# Pas d'entrée optique sur ampli ni hdmi



## stéphane33 (23 Novembre 2010)

Bonjour, je me suis rendu compte que pour écouter de l'audio depuis l'iPhone ou l'iPad vers l'apple TV2(et étant donné que celle ci est branché en hdmi sur mon Téléviseur : la sortie RCA de celui ci vers mon ampli qui ne posséde que cette sorte d'entrée) je suis obligé alors d'allumer mon téléviseur pour que la musique diffusée via Airplay puisse sortir de mon ampli.
Donc...Ma question :
Existe t il des connectiques hdmi > hdmi avec RCA audio afin d'avoir le signal audio directement sur mon ampli...?


----------



## manix93 (23 Novembre 2010)

La seule solution à ma connaissance c'est qu'il faille passer par un convertisseur .. mais sa coûte un bras !:rateau: Autant acheter un ampli aevc sortie optique (quoi que pour l'instant elle marche pas la mienne cf mon topic )

Voici un exemple:
http://www.goyona.com/convertisseur_video_vers_dvi1.htm#CM388

Après comme je te dis; c'est "à ma connaissance"


----------



## stéphane33 (24 Novembre 2010)

manix93 a dit:


> La seule solution à ma connaissance c'est qu'il faille passer par un convertisseur .. mais sa coûte un bras !:rateau: Autant acheter un ampli aevc sortie optique (quoi que pour l'instant elle marche pas la mienne cf mon topic )
> 
> Voici un exemple:
> http://www.goyona.com/convertisseur_video_vers_dvi1.htm#CM388
> ...



OUI c'est sur mais comme c'est un bon ampli haute fidélité (Cambridge Audio) je ne vais pas le sacrifier pour le même prix dans un modèle HC qui possèdera sûrement toutes sortes d'entrées au dépend de la qualité acoustique...
Ouais c'est compliqué bref, merci pour ta réponse tout de même.


----------



## fpoil (24 Novembre 2010)

Il te faut un dac, regardes ici : http://www.son-video.com/Rayons/Hifi/DAC-Audio.html

Attention de prendre un dac ayant une entrée optique.


----------



## manix93 (25 Novembre 2010)

stéphane33 a dit:


> OUI c'est sur mais comme c'est un bon ampli haute fidélité (Cambridge Audio) je ne vais pas le sacrifier pour le même prix dans un modèle HC qui possèdera sûrement toutes sortes d'entrées au dépend de la qualité acoustique...
> Ouais c'est compliqué bref, merci pour ta réponse tout de même.
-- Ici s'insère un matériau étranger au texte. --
def _copy_unchanged(clip: Path, dest: Path) -> None:
    """The input's bytes, unchanged, as ``dest`` (for clips too short or small to steady)."""
    tmp = temp_path_for(dest)
    try:
        shutil.copyfile(clip, tmp)
        publish(tmp, dest)
    finally:
        if tmp.exists():
            discard(tmp)


def _record_outputs(motion: MotionLog, outputs: Outputs) -> None:
    pairs = (("video", outputs.video), ("compare", outputs.compare),
             ("log_csv", outputs.log_csv), ("log_json", outputs.log_json))
    motion.extra["outputs"] = {k: str(v) for k, v in pairs if v is not None}


def _correct_and_write(clip: Path, info: VideoInfo, motion: MotionLog, settings: Settings,
                       outputs: Outputs, progress: ProgressFactory | None,
                       excluded: list[list[float]] | None = None) -> MotionLog:
    """Plan the corrections and render them (or pass a clip too short or small to steady
    through unchanged), then summarise and save the log."""
    fps = shake.frame_rate(motion.time_s, info.fps)  # real time for the smoothing window
    if motion.frames < 2 or not measurable(info.width, info.height):
        motion.corrections = np.repeat(np.eye(3)[None], motion.frames, axis=0)
        motion.smooth_values = similarity_readout(motion.path, motion.centre)
        _copy_unchanged(clip, outputs.video)
        if outputs.compare is not None:
            _copy_unchanged(clip, outputs.compare)
    else:
        plan_corrections(motion, settings, fps)
        _render_video(clip, info, motion, settings, outputs, progress, excluded)
    _summarise(motion, settings, info.fps)
    _warn_if_not_steadier(clip, motion)
    _record_outputs(motion, outputs)
    motion.save(outputs.log_csv)
    return motion


# --------------------------------------------------------------------- API
def measure(clip: str | os.PathLike, *, config: str | None = None,
            progress: ProgressFactory | None = None, workers: int | None = None,
            scheduler: str | None = None, keyframe_every: int | None = None,
            **options: Any) -> MotionLog:
    """Analyse a clip: per-frame motion, raw path and shake summary; nothing is written.

    Keyword options are those of the command line (``model``, ``inlier_px``, ``seed`` …);
    ``config`` names a TOML file or preset. Save the result with ``log.save(path)``.

    ``workers`` or ``scheduler`` split the clip into segments analysed in parallel (see
    :mod:`stabilize.segments`): ``workers`` local processes, or a Dask cluster
    (``scheduler="local"`` starts one here, else ``"tcp://host:port"``). The analysis then
    restarts its state every ``keyframe_every`` frames (default: 10 s of frames), so the log
    is the same for any number of workers.
    """
    clip = Path(clip)
    settings = _settings(config, options)
    info = probe(clip)
    parallel = None
    if workers is not None or scheduler is not None or keyframe_every is not None:
        parallel = dict(workers=workers, scheduler=scheduler, keyframe_every=keyframe_every)
        if scheduler is not None or workers != 1:
            # This process only waits on the workers: the summary's import is done by then
            # (1.2–1.5 s less after the analysis, measured; a single pass gained nothing).
            shake.prefetch()
    motion = _measure_motion(clip, info, settings, progress, parallel)
    _summarise(motion, settings, info.fps)
    return motion


# Every output of one job appears together when the job succeeds, or none does.
@all_or_nothing()
def steady(clip: str | os.PathLike, out: str | os.PathLike | None = None, *,
           log_path: str | os.PathLike | None = None, config: str | None = None,
           progress: ProgressFactory | None = None, **options: Any) -> MotionLog:
    """The main job: measure, smooth, render the steadied video and write the motion log.

    ``out`` defaults to ``NAME.steady.mp4`` beside the input; the log goes to
    ``NAME.motion.csv`` (and ``.json``) in the video's folder unless ``log_path`` is given.
    Returns the saved log; ``log.extra["outputs"]`` lists the files written.
    """
    clip = Path(clip)
    settings = _settings(config, options)
    outputs = plan_outputs(clip, video_out=out, log_out=log_path, with_video=True,
                           compare=settings.compare)
    check_outputs(clip, outputs, settings.force)
    info = probe(clip)
    motion = _measure_motion(clip, info, settings, progress)
    return _correct_and_write(clip, info, motion, settings, outputs, progress)


@all_or_nothing()
def render(clip: str | os.PathLike, log_file: str | os.PathLike | MotionLog,
           out: str | os.PathLike | None = None, *, config: str | None = None,
           progress: ProgressFactory | None = None, **options: Any) -> MotionLog:
    """Render a clip from an existing motion log: the path is smoothed again with the given
    settings (smoother, window, margin, fill, encoding). A log made on a smaller proxy of the
    clip is scaled to the clip's resolution. Writes the video and a new log beside it."""
    clip = Path(clip)
    saved = log_file if isinstance(log_file, MotionLog) else read_log(log_file)
    base = {k: v for k, v in saved.settings.items() if k in Settings.__dataclass_fields__}
    try:
        # A log is data: settings it holds that are no longer valid fall back to defaults.
        base["ignore"] = tuple(tuple(r) for r in base.get("ignore", ()))
        logged = Settings(**base)
    except (TypeError, ValueError, StabilizeError):
        logged = Settings()
    settings = (_settings(config, options) if config
                else logged.replace(**{k: v for k, v in options.items() if v is not None}))
    outputs = plan_outputs(clip, video_out=out, log_out=None, with_video=True,
                           compare=settings.compare)
    if not isinstance(log_file, MotionLog) and Path(log_file).resolve() == \
            outputs.log_csv.resolve():
        outputs = Outputs(outputs.video, outputs.log_csv.with_name(
            f"{clip_name(clip)}.render.motion.csv"), outputs.compare)
    check_outputs(clip, outputs, settings.force)
    info = probe(clip)
    matrices = saved.matrices
    excluded = _excluded_regions(saved)
    if saved.size != (info.width, info.height):
        log.info("log made at %dx%d, rendering at %dx%d", *saved.size, info.width, info.height)
        matrices = rescale(matrices, (info.width / saved.size[0], info.height / saved.size[1]))
        fx, fy = info.width / saved.size[0], info.height / saved.size[1]
        excluded = [[x * fx, y * fy, w * fx, h * fy] for x, y, w, h in excluded]
    motion = MotionLog(
        time_s=saved.time_s, matrices=matrices, tracked=saved.tracked, inliers=saved.inliers,
        inlier_ratio=saved.inlier_ratio, rms_px=saved.rms_px, rounds=saved.rounds,
        status=saved.status, source=_source_dict(info, saved.frames, saved.time_s),
        settings=settings.to_dict(),
    )
    return _correct_and_write(clip, info, motion, settings, outputs, progress, excluded)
En même temps, passer de l'hdmi donc numérique à un signal analogique, le tout ayant reçu un mp3 émis depuis un Ibidule puis envoyé à l'apple tv ... on est plus dans la qualité acoustique  je caricature un peu et te charie car je suis un peu dans la même situation .. bien que comme dit plus haut chez moi de toute manière elle ne fonctionne pas cette sortie optique. 

bref en tous cas je pense que le convertisseur est fait pour toi .. en fonction de ton budget et de ton cahier des charges bien entendu 

j'attends de tes news si tu franchis le pas pour avoir un petit retour car sa peut être interessant ton idée


----------



## fpoil (25 Novembre 2010)

C'est une question récurrente sur l'ATV 1 : pour les puristes du son ayant leur bibilothèque tout en non compressé, faut-il faire confiance au DAC intégré de l'ATV ou prendre un dac externe dédié qui fera à priori un meilleur boulot...

Sur l'ATV2, c'est réglé il n'y a pas de sortie son analogique.


----------



## stéphane33 (26 Novembre 2010)

manix93 a dit:


> En même temps, passer de l'hdmi donc numérique à un signal analogique, le tout ayant reçu un mp3 émis depuis un Ibidule puis envoyé à l'apple tv ... on est plus dans la qualité acoustique  je caricature un peu et te charie car je suis un peu dans la même situation .. bien que comme dit plus haut chez moi de toute manière elle ne fonctionne pas cette sortie optique.
> 
> bref en tous cas je pense que le convertisseur est fait pour toi .. en fonction de ton budget et de ton cahier des charges bien entendu
> 
> j'attends de tes news si tu franchis le pas pour avoir un petit retour car sa peut être interessant ton idée


Je pense qu'un DAC en sortie apple tv est peut être l'idéal.
D'ailleurs pour la Haute Fidélité je pense que ce genre de matériel HIFI à son avenir devant lui (Sans faire de la pub, je pense opter pour un DAC Cambridge comme le reste de mon matériel audio)


----------